Crise des dettes : droit devant ! 8 points à retenir.

Une crise de cette envergure n’est jamais sans conséquences. Le risque de crise des dettes en 2021 sera très probablement supérieur à celui de 2010. Comme j’en ai parlé dans mon livre « 2021, Prémices de l’effondrement« , écrit en 2019, nous pouvons mettre en avant 5 phases de risque, les deux premières étant validées :

Récession > Correction violente des marchés et déflation > Crise des dettes > Crise monétaire > Crise politique et sociale

Voici donc 10 points à retenir pour cette troisième phase qui menace :

1/Un ratio d’endettement autour de 320% du PIB. D’après le FMI en 2019, la France a un endettement de 289% du PIB. Sans hausse de l’endettement, cela pousse le ratio à 305% du PIB. Avec un déficit public (besoin de financement) estimé à 9,1% du PIB en 2020, cela pousse le ratio à 314% du PIB. Comme le secteur public pèse 60% du PIB, on peut estimer que le besoin de financement privé pourrait être autour de 6%. On obtient donc un ratio d’endettement autour de 320% du PIB. Une économie comme celle de la France, déjà très endettée, aurait de lourdes difficultés a assumer les charges et services de ses dettes.

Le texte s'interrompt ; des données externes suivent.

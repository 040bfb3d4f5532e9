"""``schedule check FAMILY``: frozen-point checks of the scheduled controller between grid points.

Exit code 0 when every check passes, 1 when some check fails, 2 for bad input.
"""

from __future__ import annotations

import json
import sys

import click

from ..design_file import MAX_CHECK_SAMPLES, CheckSpec
from ..errors import InputError
from .common import code_notes, design_inputs, design_option, progress_bar

_DEFAULTS = CheckSpec()  # the one list of check defaults


def _fmt(x, spec=".4g") -> str:
    x = float(x)
    if x != x:
        return "-"
    if x in (float("inf"), float("-inf")):
        return "inf" if x > 0 else "-inf"
    return format(x, spec)


def print_result(result, quiet: bool = False) -> None:
    """Human-readable summary (a few lines; the worst points unless quiet)."""
    s = result.summary()
    click.echo(f"{'PASS' if result.all_passed else 'FAIL'}: {s['failed']} of {s['points']} "
               f"points fail (gamma {result.gamma:.5g}; a point passes when "
               f"{result.criterion.describe()})")
    for k, d in s["by_kind"].items():
        click.echo(f"  {k:<16} {d['points']:>6} points  {d['failed']:>5} failed  "
                   f"max norm/gamma {_fmt(float(d['max_ratio']))}"
                   + ("" if d["gates_verdict"] else "  (evidence only)"))
    if result.weaker:
        click.echo("  WEAKER CHECK: some points use the family's interpolated plant, not the "
                   "true plant")
    if quiet:
        return
    if result.rate is not None:
        from ..types import rate_unit

        units = dict(zip(result.variable_names, result.units, strict=True))
        for n, a, b in zip(result.rate.names, result.rate.single, result.rate.joint,
                           strict=True):
            u = rate_unit(units.get(n, "")) if units.get(n) else ""
            if len(result.rate.names) == 1:  # one variable: alone and joint are the same
                click.echo(f"  rate bound: |d {n}/dt| < {_fmt(a)}{u} (sufficient, "
                           "conservative)")
                continue
            click.echo(f"  rate bound: |d {n}/dt| < {_fmt(a)}{u} alone, {_fmt(b)}{u} with all "
                       "variables moving (sufficient, conservative)")
    if result.rate_certificate is not None:
        for line in result.rate_certificate.text_lines():
            click.echo(f"  {line}")
    gates = result.gates
    order = result.worst(len(result.passed))
    failing = [i for i in order if gates[i] and not result.passed[i]][:10]
    evidence = [i for i in order if not gates[i] and not result.passed[i]][:3]
    shown = failing or [i for i in order if gates[i]][:1]
    if shown:
        click.echo("  worst points:" if failing else "  worst point (passes):")
    for i in shown + evidence:
        pt = ", ".join(f"{n}={x:.4g}" for n, x in zip(result.variable_names, result.points[i],
                                                       strict=True))
        what = result.reasons[i] or f"norm / gamma {result.values['ratio'][i]:.4g}"
        tag = "" if gates[i] else ", evidence only"
        click.echo(f"    ({pt}) [{result.kind[i]}, {result.plant_source[i]} plant{tag}] "
                   f"{what}")
    import numpy as np

    own = int(np.sum((np.asarray(result.kind) == "grid") & ~np.asarray(result.passed)
                     & np.asarray(gates)))
    proposed = 0 if result.proposals is None else len(result.proposals)
    if own:
        click.echo(f"  {own} design point(s) fail with their own controller: new points "
                   "cannot fix that (" + (f"the {proposed} proposed are for the in-between "
                                          "failures" if proposed else "none proposed")
                   + "); retune the weights (or the [check] requirements) and design again")
    elif proposed:
        click.echo(f"  {proposed} new design point(s) proposed; `schedule refine` adds them")
    for n in result.notes:
        click.echo(f"  note: {n}")


def print_table_result(tc, quiet: bool = False) -> None:
    """The table check in a few lines: verdict, the cost of each step, the worst points."""
    s = tc.summary()
    how = (f"discrete, T = {tc.sample_time:g} s ({tc.method}), plant by zero-order hold"
           if tc.discrete else "continuous")
    click.echo(f"TABLE {'PASS' if tc.all_passed else 'FAIL'}: {s['failed']} of {s['points']} "
               f"points fail ({tc.source or 'table'}: {' x '.join(map(str, tc.shape))} nodes, "
               f"{how})")
    cost = tc.cost()
    loops = [k for k in ("interpolant", "interpolant_discrete", "table_continuous", "table")
             if k in cost]
    heads = [cost[k]["loop"] for k in loops]
    click.echo(f"  {'':<28}" + " | ".join(heads))
    for key, label, spec in (("max_ratio", "worst norm/gamma", ".4g"),
                             ("min_input_gain_db", "min input disk gain [dB]", ".3g"),
                             ("min_input_phase_deg", "min input disk phase [deg]", ".3g"),
                             ("failed", "failing points", "")):
        vals = " | ".join(format(_fmt(_num(cost[k][key]), spec) if spec else str(cost[k][key]),
                                 f">{len(h)}") for k, h in zip(loops, heads, strict=True))
        click.echo(f"  {label:<28}{vals}")
    if tc.weaker:
        click.echo("  WEAKER CHECK: the table is closed with the family's interpolated plant")
    if quiet:
        return
    fails = [i for i in tc.worst(len(tc.passed)) if not tc.passed[i]][:10]
    if fails:
        click.echo("  worst table points:")
    for i in fails:
        pt = ", ".join(f"{n}={x:.4g}" for n, x in zip(tc.variable_names, tc.points[i],
                                                       strict=True))
        why = ("the family's interpolant passes there: more breakpoints fix it"
               if tc.compared_passed[tc.reference][i] else tc.why_unfixable(i))
        click.echo(f"    ({pt}) [{tc.kind[i]}] {tc.reasons[i]} ({why})")
    click.echo(f"  table check: {tc.seconds:.2f} s")
    for n in tc.notes:
        click.echo(f"  note: {n}")


def _num(x) -> float:
    return float("nan") if x is None else float(x)


@click.command("check")
@click.argument("family_file", type=click.Path(dir_okay=False))
@click.option("--samples", type=click.IntRange(min=0, max=MAX_CHECK_SAMPLES), default=None,
              help="Random in-between samples. Default: design [check] samples "
                   f"({_DEFAULTS.samples}).")
@click.option("--sampler", type=click.Choice(["sobol", "latin_hypercube"]), default=None,
              help="Space-filling sampler. Default: design [check] sampler "
                   f"({_DEFAULTS.sampler}).")
@click.option("--seed", type=int, default=None,
              help=f"Sampler seed. Default: design [check] seed ({_DEFAULTS.seed}).")
@click.option("--points", "points_file", type=click.Path(dir_okay=False), default=None,
              help="CSV of extra check points; the header names the scheduling variables.")
@click.option("--model", default=None,
              help="module:function giving the true plant at a point (overrides the "
                   "design's source for the checks).")
@design_option
@click.option("--table", "table_file", type=click.Path(), default=None,
              help="Also check this exported table as it runs (CSV, JSON, HDF5, the C source "
                   "(.c, .h or their folder) or an FMU): its lookup at every in-between "
                   "point, the loop discretized for a discrete table, side by side with the "
                   "family.")
@click.option("--json", "as_json", is_flag=True, help="Print the full result as JSON.")
@click.option("--report", "report_dir", type=click.Path(file_okay=False), default=None,
              help="Write plots and a summary page (Markdown and HTML) into this folder.")
@click.option("--jobs", type=click.IntRange(min=1), default=1, show_default=True,
              help="Worker processes for the batched checks and gamma_opt.")
@click.option("--cluster", default=None, metavar="ADDRESS",
              help="dask scheduler address (overrides --jobs).")
@click.option("--no-gamma-opt", is_flag=True,
              help="Skip the optimal gamma at each check point (faster).")
@click.option("--strict-leave-one-out", "strict_loo", is_flag=True,
              help="Let failing leave-one-out predictions fail the check even when the "
                   "in-between points use the true plant (by default they are evidence only).")
@click.option("--rate-certificate", "rate_certificate", is_flag=True,
              help="Also certify scheduling rates and gain bounds with a parameter-dependent "
                   "Lyapunov function (LMIs; configured by the design's [rate_certificate] "
                   "table; takes minutes on a big family).")
@click.option("--quiet", "-q", is_flag=True, help="Print only the verdict lines.")
def check_command(family_file, samples, sampler, seed, points_file, model, design_file,
                  table_file, as_json, report_dir, jobs, cluster, no_gamma_opt, strict_loo,
                  rate_certificate, quiet):
    """Check the scheduled controller of FAMILY_FILE at frozen in-between points.

    Stability, closed-loop norm against gamma, disk and classical margins, the
    price of interpolation (gamma_opt) and a scheduling-rate bound; with
    --rate-certificate also certified rates and gain bounds. Exit code 0 when
    all checks pass (and the design's target rates are certified), 1 when some
    fail, 2 for bad input.

    The true plant at the in-between points comes from --model, or from the
    model named in the design file given with --design. A model named only in
    the family file is not imported (the file is data); the checks then use the
    family's interpolated plant and say so (a weaker check).

    With --table the exported table is checked too, as the target runs it: the
    table's multilinear lookup and, for a discrete table, the plant discretized by
    zero-order hold at the table's sample time (exit code 1 when either fails).
    """
    bar = progress_bar(quiet, "read inputs")  # before the imports, which take a moment
    from ..check import CheckSettings, check_family, spec_for_family
    from ..paths import refuse_output_over_input
    from ..store import read_family

    refuse_output_over_input([], [family_file, points_file, design_file, table_file],
                             folders=[report_dir])
    family = read_family(family_file)
    table = None
    if table_file is not None:
        from ..export.runtime import read_table

        table = read_table(table_file)
    spec = None
    if model is not None or design_file is not None:
        spec = spec_for_family(family, model=model, design=design_file)
    elif family.design_text:
        try:
            spec = spec_for_family(family)
        except InputError:
            spec = None  # check_family notes it and uses the interpolated plant
    refuse_output_over_input([], design_inputs(spec), folders=[report_dir])
    settings = CheckSettings.from_spec(spec, samples=samples, sampler=sampler, seed=seed,
                                       points_file=points_file,
                                       gamma_opt=False if no_gamma_opt else None,
                                       loo_gates=True if strict_loo else None,
                                       rate_certificate=True if rate_certificate else None)
    with bar:
        result = check_family(family, settings, spec=spec, jobs=jobs, cluster=cluster,
                              progress=bar)
        table_result = None
        if table is not None:
            from ..analysis.table_check import check_table

            table_result = check_table(family, table, settings, spec=spec, jobs=jobs,
                                       cluster=cluster, progress=bar, source=str(table_file))
            _note_source(table_result, table, family_file)
        result.notes[:0] = code_notes(family, spec, design_file)
        if report_dir is not None:
            from ..interpolate import ScheduledController
            from ..report import write_report

            write_report(result, family, report_dir, ScheduledController.from_family(family),
                         table_check=table_result, progress=bar)
    if as_json:
        out = result.to_dict()
        if table_result is not None:
            out["table"] = table_result.to_dict()
        click.echo(json.dumps(out, indent=1))
    else:
        print_result(result, quiet)
        if table_result is not None:
            print_table_result(table_result, quiet)
        if report_dir is not None and not quiet:
            click.echo(f"  report: {report_dir}/summary.md")
    rc = result.rate_certificate
    if not result.all_passed or (table_result is not None and not table_result.all_passed) \
            or (rc is not None and not rc.meets_targets):
        sys.exit(1)


def _note_source(table_result, table, family_file) -> None:
    """A note when the table records another source family than ``family_file``."""
    if not table.source_sha256:
        return
    from ..export import file_sha256

    if table.source_sha256 != file_sha256(family_file):
        table_result.notes.append(f"the table records source family SHA-256 "
                                  f"{table.source_sha256[:12]}..., not that of {family_file}")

2/ En conséquence, dans ce cas de figure, l’augmentation du ratio d’endettement est de l’ordre de presque +11% ! Hausse sur laquelle je suis déjà revenu en début d’année. Soit un besoin de financement d’environ 750Mds€. Ce besoin de financement représente près de 1/3 du PIB 2020 estimé ! Un tel besoin de financement est rarement soutenable. Et même si ce besoin est soutenable, il ne sera pas sans conséquences sur les taux et la solvabilité.

3/Les dettes les plus insolvables sont les obligations d’État. Et c’est précisément sur ces actifs que le risque est le plus élevé. À savoir que l’endettement public français augmentera probablement de 15% environ. Ce qui augmente également le service de la dette, alors qu’en 2019, le montant dédié à l’amortissement de la dette représentait presque 1/3 des dépenses.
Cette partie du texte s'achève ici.